Look in the material below for the line holding "this.#text = text;". Set it down exactly, with each later line up to and including the line holding "left out. */".

- Material to process
--- START ---

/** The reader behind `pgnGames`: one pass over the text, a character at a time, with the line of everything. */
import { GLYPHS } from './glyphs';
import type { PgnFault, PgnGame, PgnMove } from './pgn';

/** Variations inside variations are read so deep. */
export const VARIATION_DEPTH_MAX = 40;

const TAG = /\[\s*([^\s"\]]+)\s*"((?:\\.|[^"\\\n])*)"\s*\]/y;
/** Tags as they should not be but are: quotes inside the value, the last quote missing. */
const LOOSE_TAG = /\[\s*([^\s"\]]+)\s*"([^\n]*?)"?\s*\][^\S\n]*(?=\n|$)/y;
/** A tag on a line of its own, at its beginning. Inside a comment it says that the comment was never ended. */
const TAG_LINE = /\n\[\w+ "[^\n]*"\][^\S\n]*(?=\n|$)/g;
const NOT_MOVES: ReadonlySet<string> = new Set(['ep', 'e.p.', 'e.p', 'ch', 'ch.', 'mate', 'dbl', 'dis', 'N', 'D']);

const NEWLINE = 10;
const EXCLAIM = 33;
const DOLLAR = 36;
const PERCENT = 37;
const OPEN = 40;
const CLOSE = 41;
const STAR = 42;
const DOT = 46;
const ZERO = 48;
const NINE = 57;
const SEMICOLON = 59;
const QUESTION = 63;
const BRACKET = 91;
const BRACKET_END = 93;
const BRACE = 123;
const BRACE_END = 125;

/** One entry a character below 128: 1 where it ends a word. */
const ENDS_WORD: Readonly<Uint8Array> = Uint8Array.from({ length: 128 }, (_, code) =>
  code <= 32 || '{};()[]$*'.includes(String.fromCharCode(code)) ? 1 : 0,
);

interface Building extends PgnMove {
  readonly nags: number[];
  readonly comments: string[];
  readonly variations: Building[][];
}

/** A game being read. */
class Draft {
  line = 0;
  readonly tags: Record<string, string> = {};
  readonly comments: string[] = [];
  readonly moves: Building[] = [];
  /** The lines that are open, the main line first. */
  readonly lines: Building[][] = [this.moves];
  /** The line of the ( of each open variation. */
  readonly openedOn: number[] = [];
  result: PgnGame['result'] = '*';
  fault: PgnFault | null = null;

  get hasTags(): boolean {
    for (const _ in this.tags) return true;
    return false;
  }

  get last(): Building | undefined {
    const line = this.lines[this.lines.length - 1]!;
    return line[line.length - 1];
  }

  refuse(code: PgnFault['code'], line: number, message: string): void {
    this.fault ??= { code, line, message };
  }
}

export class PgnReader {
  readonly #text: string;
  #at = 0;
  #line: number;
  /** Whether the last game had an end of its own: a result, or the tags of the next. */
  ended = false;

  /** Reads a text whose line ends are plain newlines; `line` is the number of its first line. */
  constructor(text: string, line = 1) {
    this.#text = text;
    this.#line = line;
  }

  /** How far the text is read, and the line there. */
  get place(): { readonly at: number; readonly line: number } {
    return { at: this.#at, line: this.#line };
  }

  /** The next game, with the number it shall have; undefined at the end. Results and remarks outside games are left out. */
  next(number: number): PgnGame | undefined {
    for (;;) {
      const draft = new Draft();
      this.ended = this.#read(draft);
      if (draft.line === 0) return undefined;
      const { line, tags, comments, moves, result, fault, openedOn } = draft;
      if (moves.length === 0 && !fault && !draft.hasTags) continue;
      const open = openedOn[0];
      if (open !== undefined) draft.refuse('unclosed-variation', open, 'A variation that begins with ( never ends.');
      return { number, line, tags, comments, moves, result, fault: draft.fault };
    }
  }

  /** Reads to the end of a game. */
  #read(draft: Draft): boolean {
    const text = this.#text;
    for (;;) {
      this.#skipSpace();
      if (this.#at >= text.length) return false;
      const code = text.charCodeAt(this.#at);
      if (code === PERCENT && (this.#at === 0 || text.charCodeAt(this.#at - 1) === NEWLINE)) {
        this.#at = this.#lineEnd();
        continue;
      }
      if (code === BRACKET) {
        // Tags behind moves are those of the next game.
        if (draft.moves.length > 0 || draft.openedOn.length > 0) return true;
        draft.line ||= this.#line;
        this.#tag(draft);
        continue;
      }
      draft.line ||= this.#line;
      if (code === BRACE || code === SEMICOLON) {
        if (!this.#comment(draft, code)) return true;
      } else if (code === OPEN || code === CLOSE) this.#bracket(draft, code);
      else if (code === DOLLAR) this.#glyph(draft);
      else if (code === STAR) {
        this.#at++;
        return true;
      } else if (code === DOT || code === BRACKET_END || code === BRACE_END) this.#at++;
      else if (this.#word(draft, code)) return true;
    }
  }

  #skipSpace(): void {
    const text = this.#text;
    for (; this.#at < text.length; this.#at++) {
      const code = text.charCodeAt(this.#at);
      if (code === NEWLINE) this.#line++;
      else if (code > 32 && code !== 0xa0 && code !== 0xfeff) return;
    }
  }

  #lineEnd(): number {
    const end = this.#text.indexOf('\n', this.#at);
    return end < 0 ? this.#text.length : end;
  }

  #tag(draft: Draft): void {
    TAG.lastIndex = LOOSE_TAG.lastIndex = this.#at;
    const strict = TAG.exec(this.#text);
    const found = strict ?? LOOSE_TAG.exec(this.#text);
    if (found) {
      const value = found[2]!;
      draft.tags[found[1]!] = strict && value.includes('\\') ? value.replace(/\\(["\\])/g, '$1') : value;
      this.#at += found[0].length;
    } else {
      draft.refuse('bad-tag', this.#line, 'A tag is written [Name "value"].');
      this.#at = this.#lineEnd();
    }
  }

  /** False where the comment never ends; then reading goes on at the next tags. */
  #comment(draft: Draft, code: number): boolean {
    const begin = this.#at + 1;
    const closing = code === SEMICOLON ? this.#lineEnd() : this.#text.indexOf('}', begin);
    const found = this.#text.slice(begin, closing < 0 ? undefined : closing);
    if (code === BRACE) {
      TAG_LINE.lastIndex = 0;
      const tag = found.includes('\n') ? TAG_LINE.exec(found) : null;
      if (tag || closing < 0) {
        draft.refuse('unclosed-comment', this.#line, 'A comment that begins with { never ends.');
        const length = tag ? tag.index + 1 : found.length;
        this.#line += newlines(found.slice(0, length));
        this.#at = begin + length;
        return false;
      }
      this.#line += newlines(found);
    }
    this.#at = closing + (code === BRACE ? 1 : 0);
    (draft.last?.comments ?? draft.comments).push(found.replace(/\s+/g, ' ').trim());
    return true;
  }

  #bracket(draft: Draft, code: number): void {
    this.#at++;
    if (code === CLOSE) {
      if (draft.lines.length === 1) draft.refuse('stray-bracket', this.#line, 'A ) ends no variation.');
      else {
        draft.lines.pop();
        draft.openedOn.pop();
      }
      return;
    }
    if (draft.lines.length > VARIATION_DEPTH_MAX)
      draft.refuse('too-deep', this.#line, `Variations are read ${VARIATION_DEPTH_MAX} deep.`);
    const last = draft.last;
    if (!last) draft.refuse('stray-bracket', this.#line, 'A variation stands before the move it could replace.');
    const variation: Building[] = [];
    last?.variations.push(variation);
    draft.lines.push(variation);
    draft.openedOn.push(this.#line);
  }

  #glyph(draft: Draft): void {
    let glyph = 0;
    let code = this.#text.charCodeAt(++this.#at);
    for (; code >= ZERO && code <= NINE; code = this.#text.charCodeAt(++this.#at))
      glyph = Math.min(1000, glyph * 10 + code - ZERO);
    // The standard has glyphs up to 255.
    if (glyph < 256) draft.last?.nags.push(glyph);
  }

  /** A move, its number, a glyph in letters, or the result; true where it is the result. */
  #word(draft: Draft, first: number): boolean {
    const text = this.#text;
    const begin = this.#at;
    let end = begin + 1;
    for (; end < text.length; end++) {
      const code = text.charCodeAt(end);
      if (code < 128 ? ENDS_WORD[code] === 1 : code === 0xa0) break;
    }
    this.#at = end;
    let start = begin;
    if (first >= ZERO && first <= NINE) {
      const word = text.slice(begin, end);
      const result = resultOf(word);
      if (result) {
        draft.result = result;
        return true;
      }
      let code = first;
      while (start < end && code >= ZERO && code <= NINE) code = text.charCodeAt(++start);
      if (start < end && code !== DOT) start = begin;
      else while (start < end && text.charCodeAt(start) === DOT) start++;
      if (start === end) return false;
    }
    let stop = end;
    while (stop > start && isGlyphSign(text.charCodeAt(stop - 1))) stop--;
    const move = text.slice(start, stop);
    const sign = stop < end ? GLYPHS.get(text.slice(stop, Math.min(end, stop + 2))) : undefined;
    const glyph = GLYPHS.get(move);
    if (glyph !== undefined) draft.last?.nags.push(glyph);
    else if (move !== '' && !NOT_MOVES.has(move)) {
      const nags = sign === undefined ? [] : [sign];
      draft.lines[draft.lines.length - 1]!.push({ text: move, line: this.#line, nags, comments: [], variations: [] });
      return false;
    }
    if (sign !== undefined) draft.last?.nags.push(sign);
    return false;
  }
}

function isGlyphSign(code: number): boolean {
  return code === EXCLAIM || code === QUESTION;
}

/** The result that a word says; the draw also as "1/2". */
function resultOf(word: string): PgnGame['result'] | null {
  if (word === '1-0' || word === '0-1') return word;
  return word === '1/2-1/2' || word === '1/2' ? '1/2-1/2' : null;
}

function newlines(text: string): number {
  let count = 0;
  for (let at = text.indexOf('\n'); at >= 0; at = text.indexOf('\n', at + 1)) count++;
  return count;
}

--- END ---

- Solution to this task
    this.#text = text;
    this.#line = line;
  }

  /** How far the text is read, and the line there. */
  get place(): { readonly at: number; readonly line: number } {
    return { at: this.#at, line: this.#line };
  }

  /** The next game, with the number it shall have; undefined at the end. Results and remarks outside games are left out. */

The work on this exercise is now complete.